Required work
Nothing but the lines from the start of the entries through the line containing "closed: bool" should appear in the answer, each given exactly.

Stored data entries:
.....
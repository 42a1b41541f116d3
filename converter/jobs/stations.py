"""Stations of a table or a drawing, as the job `spring` takes them."""

from collections import Counter
from dataclasses import dataclass, field
from pathlib import Path
from typing import Any, Literal

import numpy as np

from converter.drawing import PLAN, Drawing, Frame, Profile, Skipped, new_drawing, read_drawing
from converter.errors import NoProfileError, SettingsError
from converter.table import read_table
from converter.units import Length, Unit
from geometry.arrays import FloatArray
from geometry.bspline import Spline
from geometry.polyline import Polyline
from geometry.stations import nearest_order

__all__ = ["Order", "StationProfile", "Stations", "read_stations"]

Order = Literal["drawing", "nearest"]
_LAYER = "Curves"
"""Layer of curves from a table."""


@dataclass(slots=True, eq=False)
class StationProfile:
    """Stations of one curve.

    Attributes:
        id: handle of the first source entity; number of the profile in a table.
        layer: that the curve is written to.
        source: what the stations come from, in words.
        points: shape (n, d), in the frame; the first is not repeated when closed.
        closed: whether the curve returns to the first.
        corners: rows of the knuckles.
        places: where each station stands: `line 7`, `vertex 3` or `POINT 2F`.
        lines: line of the file of every station of a table, else None.
        frame: plane of planar stations.
        profile: of the drawing, whose place the curve takes; None where it is added.
        curve: the curve itself where it is drawn as a spline already; then there are no stations.
    """

    id: str
    layer: str
    source: str
    points: FloatArray
    closed: bool
    corners: list[int]
    places: list[str]
    lines: list[int] | None = None
    frame: Frame = PLAN
    profile: Profile | None = None
    curve: Spline | None = None
    warnings: list[str] = field(default_factory=list)


@dataclass(slots=True, eq=False)
class Stations:
    """What a file holds.

    Attributes:
        drawing: that curves are written to: the one that was read, or a new one for a table.
        units: of its lengths.
        profiles: in order.
        understood: how a table was read, in words; None for a drawing.
        names: headings of the coordinates in a table.
        skipped: what cannot be sprung, with the reason.
        warnings: one line each.
    """

    drawing: Drawing
    units: Unit
    profiles: list[StationProfile]
    understood: str | None
    names: tuple[str, ...]
    skipped: list[Skipped]
    warnings: list[str]


def read_stations(
    path: Path,
    layers: tuple[str, ...] = (),
    gap: Length | None = None,
    units: str | None = None,
    version: str | None = None,
    order: Order = "drawing",
) -> Stations:
    """Read the stations of a DXF drawing (by the ending .dxf) or of a table (any other ending).

    Args:
        path: the file.
        layers, gap: of a drawing, as `read_drawing`.
        units: name of the unit, overriding what the file states.
        version: DXF version of a new drawing.
        order: of the points: as drawn, or along a short path through all of them.

    Raises:
        ConverterError: the file or the settings cannot be used.
    """
    if path.suffix.lower() == ".dxf":
        found = _from_drawing(path, layers, gap, units)
    else:
        if layers or gap is not None:
            raise SettingsError(f"{path}: a table has no layers and no gaps; leave --layer and --gap out")
        found = _from_table(path, units, version)
    if order == "nearest":
        for profile in found.profiles:
            _put_in_order(profile)
    for profile in found.profiles:
        _take_repeats_out(profile)
    return found


def _from_table(path: Path, units: str | None, version: str | None) -> Stations:
    table = read_table(path, units)
    profiles = [
        StationProfile(
            str(number),
            _LAYER,
            "table",
            item.points,
            item.closed,
            list(item.corners),
            [f"line {line}" for line in item.lines],
            list(item.lines),
        )
        for number, item in enumerate(table.profiles, start=1)
    ]
    drawing = new_drawing(path, table.units, version)
    return Stations(drawing, table.units, profiles, table.understood, table.names, [], table.warnings)


def _from_drawing(path: Path, layers: tuple[str, ...], gap: Length | None, units: str | None) -> Stations:
    drawing = read_drawing(path, layers, gap, units)
    skipped, profiles, warnings = list(drawing.skipped), [], list(drawing.warnings)
    for profile in drawing.profiles:
        part = profile.parts[0]
        kinds = "/".join(sorted(set(profile.types)))
        if len(profile.parts) > 1 or not isinstance(part, Polyline | Spline):
            reason = "arcs are a curve already, not stations; it passes through unchanged"
            skipped.append(Skipped(profile.id, kinds, reason))
            continue
        curve = part if isinstance(part, Spline) else None
        points = part.control if isinstance(part, Spline) else part.points
        places = [f"vertex {row}" for row in range(1, len(points) + 1)]
        item = StationProfile(profile.id, profile.layer, kinds, points, profile.closed, [], places)
        item.frame, item.profile, item.curve = profile.frame, profile, curve
        profiles.append(item)
    with_profiles = {profile.layer.lower() for profile in drawing.profiles}
    for layer, points_of in _points_by_layer(drawing).items():
        if layer.lower() in with_profiles or (drawing.profiles and not layers):
            warnings.append(f"{len(points_of)} POINT on layer {layer} beside polylines are not taken for stations")
        elif len(points_of) > 1:
            profiles.append(_of_points(layer, points_of))
            drawing.passed_through["POINT"] -= len(points_of)
    drawing.passed_through = +drawing.passed_through
    if not profiles:
        why = f" ({skipped[0].type} {skipped[0].handle}: {skipped[0].reason})" if skipped else ""
        where = f" on layer {', '.join(layers)}" if layers else ""
        raise NoProfileError(
            f"{path}: no stations{where}{why}; give polylines, lines or two POINT or more, or run `fairbatten inspect`"
        )
    return Stations(drawing, drawing.units, profiles, None, ("x", "y", "z"), skipped, warnings)


def _points_by_layer(drawing: Drawing) -> dict[str, list[Any]]:
    chosen = {layer.lower() for layer in drawing.layers}
    out: dict[str, list[Any]] = {}
    for entity in drawing.document.modelspace().query("POINT"):
        layer = str(entity.dxf.layer)
        if not chosen or layer.lower() in chosen:
            out.setdefault(layer, []).append(entity)
    return out


def _of_points(layer: str, entities: list[Any]) -> StationProfile:
    """Return the points of a layer as stations, planar where all lie at one height."""
    points = np.array([tuple(entity.dxf.location) for entity in entities], dtype=np.float64)
    if not np.isfinite(points).all():
        bad = int(np.flatnonzero(~np.isfinite(points).all(axis=1))[0])
        raise NoProfileError(f"layer {layer}: POINT {entities[bad].dxf.handle} has no finite coordinates; repair it")
    frame = PLAN
    if np.ptp(points[:, 2]) == 0.0:
        frame = Frame(elevation=float(points[0, 2]))
        points = np.ascontiguousarray(points[:, :2])
    handles = [str(entity.dxf.handle) for entity in entities]
    places = [f"POINT {handle}" for handle in handles]
    closed = len(points) > 3 and bool((points[0] == points[-1]).all())
    end = -1 if closed else len(points)
    kinds = f"{len(points)} POINT"
    return StationProfile(handles[0], layer, kinds, points[:end], closed, [], places[:end], frame=frame)


def _put_in_order(profile: StationProfile) -> None:
    if profile.curve is not None:
        return
    rows = nearest_order(profile.points, profile.closed)
    profile.points = profile.points[rows]
    profile.places = [profile.places[row] for row in rows.tolist()]
    profile.lines = None if profile.lines is None else [profile.lines[row] for row in rows.tolist()]
    place = {row: k for k, row in enumerate(rows.tolist())}
    profile.corners = sorted(place[row] for row in profile.corners)


def _take_repeats_out(profile: StationProfile) -> None:
    """Let stations that repeat the one before them count once, and say so."""
    if profile.curve is not None:
        return
    points, n = profile.points, len(profile.points)
    same = (points == np.roll(points, 1, axis=0)).all(axis=1)
    if not profile.closed:
        same[0] = False
    if not same.any():
        return
    rows = np.flatnonzero(same).tolist()
    keep = np.flatnonzero(~same).tolist()
    if len(keep) < 2:
        raise NoProfileError(f"profile {profile.id}: all of its stations are one point; give two or more")
    first = ", ".join(profile.places[row] for row in rows[:5]) + (" and more" if len(rows) > 5 else "")
    profile.warnings.append(f"{Counter(same.tolist())[True]} of {n} stations repeat the one before: {first}")
    number = {row: k for k, row in enumerate(keep)}
    profile.corners = sorted({number[row] for row in profile.corners if row in number})
    profile.points = np.ascontiguousarray(points[keep])
    profile.places = [profile.places[row] for row in keep]
    profile.lines = None if profile.lines is None else [profile.lines[row] for row in keep]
.....
Solution
repository 42a1b41541f116d3
filename converter/jobs/stations.py
"""Stations of a table or a drawing, as the job `spring` takes them."""

from collections import Counter
from dataclasses import dataclass, field
from pathlib import Path
from typing import Any, Literal

import numpy as np

from converter.drawing import PLAN, Drawing, Frame, Profile, Skipped, new_drawing, read_drawing
from converter.errors import NoProfileError, SettingsError
from converter.table import read_table
from converter.units import Length, Unit
from geometry.arrays import FloatArray
from geometry.bspline import Spline
from geometry.polyline import Polyline
from geometry.stations import nearest_order

__all__ = ["Order", "StationProfile", "Stations", "read_stations"]

Order = Literal["drawing", "nearest"]
_LAYER = "Curves"
"""Layer of curves from a table."""


@dataclass(slots=True, eq=False)
class StationProfile:
    """Stations of one curve.

    Attributes:
        id: handle of the first source entity; number of the profile in a table.
        layer: that the curve is written to.
        source: what the stations come from, in words.
        points: shape (n, d), in the frame; the first is not repeated when closed.
        closed: whether the curve returns to the first.
        corners: rows of the knuckles.
        places: where each station stands: `line 7`, `vertex 3` or `POINT 2F`.
        lines: line of the file of every station of a table, else None.
        frame: plane of planar stations.
        profile: of the drawing, whose place the curve takes; None where it is added.
        curve: the curve itself where it is drawn as a spline already; then there are no stations.
    """

    id: str
    layer: str
    source: str
    points: FloatArray
    closed: bool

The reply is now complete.